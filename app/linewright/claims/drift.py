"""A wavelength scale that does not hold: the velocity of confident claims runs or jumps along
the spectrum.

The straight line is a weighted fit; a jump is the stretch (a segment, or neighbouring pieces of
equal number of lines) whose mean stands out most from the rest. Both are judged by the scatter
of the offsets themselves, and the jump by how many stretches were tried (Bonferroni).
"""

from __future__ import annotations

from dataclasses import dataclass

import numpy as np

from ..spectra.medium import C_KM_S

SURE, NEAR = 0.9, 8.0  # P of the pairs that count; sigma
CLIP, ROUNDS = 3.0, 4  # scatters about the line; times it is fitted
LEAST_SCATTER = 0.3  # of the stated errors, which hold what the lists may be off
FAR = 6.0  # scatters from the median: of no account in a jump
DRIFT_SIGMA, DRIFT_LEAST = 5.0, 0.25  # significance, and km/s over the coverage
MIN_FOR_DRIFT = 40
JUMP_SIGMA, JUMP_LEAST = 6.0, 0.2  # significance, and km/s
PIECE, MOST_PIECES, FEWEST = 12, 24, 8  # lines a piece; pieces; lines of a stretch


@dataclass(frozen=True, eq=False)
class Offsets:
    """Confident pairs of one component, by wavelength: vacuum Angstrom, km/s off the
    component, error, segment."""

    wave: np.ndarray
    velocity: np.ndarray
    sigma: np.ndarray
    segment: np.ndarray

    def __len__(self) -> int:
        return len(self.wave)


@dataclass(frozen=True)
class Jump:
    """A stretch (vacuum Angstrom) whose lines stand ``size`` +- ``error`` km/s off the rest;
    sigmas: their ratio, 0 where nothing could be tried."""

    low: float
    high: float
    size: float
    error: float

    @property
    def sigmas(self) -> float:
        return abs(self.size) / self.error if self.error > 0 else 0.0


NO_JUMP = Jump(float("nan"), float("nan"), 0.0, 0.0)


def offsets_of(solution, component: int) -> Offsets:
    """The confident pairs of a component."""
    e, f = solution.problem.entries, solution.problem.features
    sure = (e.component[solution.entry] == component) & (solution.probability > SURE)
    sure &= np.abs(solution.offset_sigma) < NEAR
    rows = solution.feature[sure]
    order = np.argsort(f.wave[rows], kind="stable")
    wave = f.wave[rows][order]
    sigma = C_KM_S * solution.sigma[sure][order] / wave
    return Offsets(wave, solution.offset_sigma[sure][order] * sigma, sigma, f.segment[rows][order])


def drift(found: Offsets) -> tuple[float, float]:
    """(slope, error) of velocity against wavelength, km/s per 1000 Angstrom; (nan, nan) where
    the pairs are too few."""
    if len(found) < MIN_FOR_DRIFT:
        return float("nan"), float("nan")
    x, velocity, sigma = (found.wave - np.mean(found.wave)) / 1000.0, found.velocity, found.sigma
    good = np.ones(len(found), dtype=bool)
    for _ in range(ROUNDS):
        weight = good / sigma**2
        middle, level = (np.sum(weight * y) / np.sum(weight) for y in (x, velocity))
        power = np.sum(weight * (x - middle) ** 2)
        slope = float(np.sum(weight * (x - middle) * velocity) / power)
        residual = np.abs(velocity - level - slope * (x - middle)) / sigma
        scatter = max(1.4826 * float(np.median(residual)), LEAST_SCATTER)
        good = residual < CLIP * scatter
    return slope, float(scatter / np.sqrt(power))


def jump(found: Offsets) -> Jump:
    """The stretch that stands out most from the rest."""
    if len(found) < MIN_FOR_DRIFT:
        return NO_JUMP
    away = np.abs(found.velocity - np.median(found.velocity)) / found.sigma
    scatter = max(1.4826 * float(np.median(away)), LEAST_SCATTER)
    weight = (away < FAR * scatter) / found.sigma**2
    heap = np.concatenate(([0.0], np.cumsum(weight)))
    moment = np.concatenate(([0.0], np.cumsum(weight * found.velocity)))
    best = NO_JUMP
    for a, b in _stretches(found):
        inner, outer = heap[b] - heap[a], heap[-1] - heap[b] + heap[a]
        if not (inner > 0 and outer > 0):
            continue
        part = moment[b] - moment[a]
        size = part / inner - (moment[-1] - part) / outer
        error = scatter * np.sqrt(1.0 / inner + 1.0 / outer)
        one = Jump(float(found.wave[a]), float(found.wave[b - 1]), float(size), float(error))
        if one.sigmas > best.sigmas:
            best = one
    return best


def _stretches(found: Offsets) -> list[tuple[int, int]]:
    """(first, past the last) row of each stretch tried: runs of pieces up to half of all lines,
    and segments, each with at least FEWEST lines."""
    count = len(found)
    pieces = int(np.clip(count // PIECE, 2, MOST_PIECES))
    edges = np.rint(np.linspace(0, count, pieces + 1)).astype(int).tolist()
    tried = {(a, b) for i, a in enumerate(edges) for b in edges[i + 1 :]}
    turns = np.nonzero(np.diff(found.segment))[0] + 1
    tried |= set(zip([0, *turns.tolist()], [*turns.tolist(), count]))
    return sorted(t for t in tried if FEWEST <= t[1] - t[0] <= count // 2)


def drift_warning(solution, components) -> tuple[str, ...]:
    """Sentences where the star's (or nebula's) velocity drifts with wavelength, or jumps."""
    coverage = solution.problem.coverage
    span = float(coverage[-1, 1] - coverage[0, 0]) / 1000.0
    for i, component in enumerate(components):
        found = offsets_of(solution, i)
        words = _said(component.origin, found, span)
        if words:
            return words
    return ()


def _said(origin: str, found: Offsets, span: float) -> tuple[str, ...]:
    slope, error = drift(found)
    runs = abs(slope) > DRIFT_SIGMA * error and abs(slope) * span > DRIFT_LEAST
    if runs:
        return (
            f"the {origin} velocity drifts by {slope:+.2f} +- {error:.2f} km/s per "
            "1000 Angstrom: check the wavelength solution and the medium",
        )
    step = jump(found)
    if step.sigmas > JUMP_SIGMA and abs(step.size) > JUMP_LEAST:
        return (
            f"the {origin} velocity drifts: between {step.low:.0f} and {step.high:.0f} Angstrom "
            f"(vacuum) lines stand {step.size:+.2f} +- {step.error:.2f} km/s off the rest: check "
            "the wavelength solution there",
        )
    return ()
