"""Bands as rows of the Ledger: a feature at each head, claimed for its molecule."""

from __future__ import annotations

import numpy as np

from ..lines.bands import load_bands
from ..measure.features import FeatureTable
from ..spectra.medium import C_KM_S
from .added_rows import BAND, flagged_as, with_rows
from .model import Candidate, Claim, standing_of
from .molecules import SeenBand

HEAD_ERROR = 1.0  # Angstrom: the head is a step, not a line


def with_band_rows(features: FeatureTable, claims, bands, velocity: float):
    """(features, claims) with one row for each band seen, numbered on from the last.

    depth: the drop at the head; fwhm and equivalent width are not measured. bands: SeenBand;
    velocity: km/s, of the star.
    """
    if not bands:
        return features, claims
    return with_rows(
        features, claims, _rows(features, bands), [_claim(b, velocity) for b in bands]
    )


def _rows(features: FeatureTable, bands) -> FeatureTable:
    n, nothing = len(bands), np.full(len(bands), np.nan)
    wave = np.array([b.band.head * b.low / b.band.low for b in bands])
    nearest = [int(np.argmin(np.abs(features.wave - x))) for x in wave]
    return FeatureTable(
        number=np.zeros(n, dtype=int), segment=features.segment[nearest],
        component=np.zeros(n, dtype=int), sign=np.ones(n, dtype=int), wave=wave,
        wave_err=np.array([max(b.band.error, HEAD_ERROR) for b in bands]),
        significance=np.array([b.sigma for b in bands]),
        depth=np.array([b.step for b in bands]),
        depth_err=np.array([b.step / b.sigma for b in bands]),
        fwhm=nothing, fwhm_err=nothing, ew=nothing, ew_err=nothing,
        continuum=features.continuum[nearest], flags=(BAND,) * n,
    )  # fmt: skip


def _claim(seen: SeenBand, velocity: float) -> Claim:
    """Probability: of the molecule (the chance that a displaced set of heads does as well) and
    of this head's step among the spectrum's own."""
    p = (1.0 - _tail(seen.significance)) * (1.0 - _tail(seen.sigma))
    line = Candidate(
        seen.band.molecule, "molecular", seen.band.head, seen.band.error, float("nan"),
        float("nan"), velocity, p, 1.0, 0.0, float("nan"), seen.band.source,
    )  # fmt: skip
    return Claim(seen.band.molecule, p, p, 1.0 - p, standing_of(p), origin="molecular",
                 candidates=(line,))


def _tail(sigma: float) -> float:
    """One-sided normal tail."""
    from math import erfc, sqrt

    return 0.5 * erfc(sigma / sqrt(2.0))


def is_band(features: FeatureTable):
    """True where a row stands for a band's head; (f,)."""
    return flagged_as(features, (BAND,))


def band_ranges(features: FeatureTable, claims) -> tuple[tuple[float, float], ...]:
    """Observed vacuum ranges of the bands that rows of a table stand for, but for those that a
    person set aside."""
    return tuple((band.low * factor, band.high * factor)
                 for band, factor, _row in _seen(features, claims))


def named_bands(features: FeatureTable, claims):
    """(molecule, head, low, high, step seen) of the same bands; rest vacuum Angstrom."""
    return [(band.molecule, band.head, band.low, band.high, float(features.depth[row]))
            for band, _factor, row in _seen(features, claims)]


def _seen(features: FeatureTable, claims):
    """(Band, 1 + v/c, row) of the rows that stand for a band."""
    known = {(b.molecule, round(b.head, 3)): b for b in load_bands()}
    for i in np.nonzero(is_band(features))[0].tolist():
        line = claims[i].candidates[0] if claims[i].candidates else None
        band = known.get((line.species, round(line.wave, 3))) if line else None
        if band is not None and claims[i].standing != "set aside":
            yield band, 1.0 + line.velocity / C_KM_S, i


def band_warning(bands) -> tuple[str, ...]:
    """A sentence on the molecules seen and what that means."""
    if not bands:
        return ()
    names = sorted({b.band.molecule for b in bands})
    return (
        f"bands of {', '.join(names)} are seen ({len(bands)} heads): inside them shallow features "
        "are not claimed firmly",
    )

---*---

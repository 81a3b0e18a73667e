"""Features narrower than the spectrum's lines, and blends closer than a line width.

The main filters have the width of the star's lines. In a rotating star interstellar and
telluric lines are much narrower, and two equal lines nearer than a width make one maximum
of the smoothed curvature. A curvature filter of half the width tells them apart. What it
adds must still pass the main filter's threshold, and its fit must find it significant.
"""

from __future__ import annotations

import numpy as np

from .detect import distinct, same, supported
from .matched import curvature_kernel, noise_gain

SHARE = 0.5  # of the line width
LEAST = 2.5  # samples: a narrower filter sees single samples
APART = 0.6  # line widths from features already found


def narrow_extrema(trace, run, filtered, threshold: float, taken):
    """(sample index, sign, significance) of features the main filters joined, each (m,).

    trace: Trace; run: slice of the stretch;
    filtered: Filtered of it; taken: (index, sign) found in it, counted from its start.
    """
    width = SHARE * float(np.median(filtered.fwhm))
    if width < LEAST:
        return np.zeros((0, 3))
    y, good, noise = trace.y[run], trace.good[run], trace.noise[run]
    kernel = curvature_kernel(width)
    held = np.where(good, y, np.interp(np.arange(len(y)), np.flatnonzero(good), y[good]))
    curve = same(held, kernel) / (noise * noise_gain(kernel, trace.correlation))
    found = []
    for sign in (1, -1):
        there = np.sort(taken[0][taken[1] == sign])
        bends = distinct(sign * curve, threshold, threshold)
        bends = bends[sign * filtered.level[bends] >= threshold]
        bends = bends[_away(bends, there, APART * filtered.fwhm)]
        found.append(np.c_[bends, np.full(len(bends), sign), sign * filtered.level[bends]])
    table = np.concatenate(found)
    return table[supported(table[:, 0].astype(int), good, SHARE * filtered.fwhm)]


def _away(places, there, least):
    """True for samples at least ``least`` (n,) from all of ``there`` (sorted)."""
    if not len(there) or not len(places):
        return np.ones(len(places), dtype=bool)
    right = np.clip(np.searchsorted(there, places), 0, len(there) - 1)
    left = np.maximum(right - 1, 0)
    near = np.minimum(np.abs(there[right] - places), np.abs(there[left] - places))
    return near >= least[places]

---*---

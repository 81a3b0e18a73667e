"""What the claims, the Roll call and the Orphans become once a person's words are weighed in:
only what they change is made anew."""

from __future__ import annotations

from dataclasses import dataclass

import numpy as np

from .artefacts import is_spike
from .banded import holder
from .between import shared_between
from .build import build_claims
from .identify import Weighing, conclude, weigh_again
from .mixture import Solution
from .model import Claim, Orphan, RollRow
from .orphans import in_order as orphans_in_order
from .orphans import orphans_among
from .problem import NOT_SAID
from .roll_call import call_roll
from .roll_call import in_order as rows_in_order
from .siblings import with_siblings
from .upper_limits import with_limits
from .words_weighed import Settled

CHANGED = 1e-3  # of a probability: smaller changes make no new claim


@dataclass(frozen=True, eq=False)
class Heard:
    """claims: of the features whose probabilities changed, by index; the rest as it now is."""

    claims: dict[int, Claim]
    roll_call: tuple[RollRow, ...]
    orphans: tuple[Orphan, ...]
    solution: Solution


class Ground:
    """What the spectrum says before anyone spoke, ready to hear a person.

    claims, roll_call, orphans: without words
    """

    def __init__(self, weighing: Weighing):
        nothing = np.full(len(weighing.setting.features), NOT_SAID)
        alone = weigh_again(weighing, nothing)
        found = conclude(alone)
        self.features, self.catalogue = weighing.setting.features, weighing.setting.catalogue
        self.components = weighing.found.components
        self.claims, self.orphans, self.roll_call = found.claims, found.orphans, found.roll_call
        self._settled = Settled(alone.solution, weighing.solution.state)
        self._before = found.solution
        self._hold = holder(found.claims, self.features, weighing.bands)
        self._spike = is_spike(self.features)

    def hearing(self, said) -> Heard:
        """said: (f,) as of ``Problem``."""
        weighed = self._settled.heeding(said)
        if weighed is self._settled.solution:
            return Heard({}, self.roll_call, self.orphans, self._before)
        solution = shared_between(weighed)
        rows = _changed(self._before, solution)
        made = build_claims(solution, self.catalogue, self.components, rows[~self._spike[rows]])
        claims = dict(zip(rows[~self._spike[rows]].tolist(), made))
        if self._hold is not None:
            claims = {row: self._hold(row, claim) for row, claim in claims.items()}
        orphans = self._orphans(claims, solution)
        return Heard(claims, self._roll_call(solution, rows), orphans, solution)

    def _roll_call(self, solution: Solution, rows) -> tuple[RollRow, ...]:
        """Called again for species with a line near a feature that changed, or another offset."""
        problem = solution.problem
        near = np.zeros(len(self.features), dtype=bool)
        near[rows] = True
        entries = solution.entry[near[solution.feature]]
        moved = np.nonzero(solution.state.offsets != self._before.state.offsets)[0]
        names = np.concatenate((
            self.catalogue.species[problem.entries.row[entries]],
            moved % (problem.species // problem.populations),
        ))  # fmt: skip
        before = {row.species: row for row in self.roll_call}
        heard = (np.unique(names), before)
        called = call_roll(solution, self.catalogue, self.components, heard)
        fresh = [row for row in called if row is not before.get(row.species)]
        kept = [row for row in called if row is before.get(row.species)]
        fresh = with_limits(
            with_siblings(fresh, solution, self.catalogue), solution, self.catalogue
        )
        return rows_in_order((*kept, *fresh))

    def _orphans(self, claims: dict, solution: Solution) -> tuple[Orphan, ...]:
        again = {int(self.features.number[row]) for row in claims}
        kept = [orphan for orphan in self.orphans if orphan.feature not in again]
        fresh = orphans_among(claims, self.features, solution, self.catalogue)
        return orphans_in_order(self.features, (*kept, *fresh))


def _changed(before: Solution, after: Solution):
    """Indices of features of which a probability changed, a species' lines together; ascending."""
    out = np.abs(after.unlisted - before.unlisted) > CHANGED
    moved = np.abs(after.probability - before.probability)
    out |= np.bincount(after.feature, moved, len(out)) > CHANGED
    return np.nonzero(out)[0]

---*---

■ **What needs to be done**:
Copy every line of the data above in which the string "half" appears.

■ **Answer section**:
    """(first, past the last) row of each stretch tried: runs of pieces up to half of all lines,
of the smoothed curvature. A curvature filter of half the width tells them apart. What it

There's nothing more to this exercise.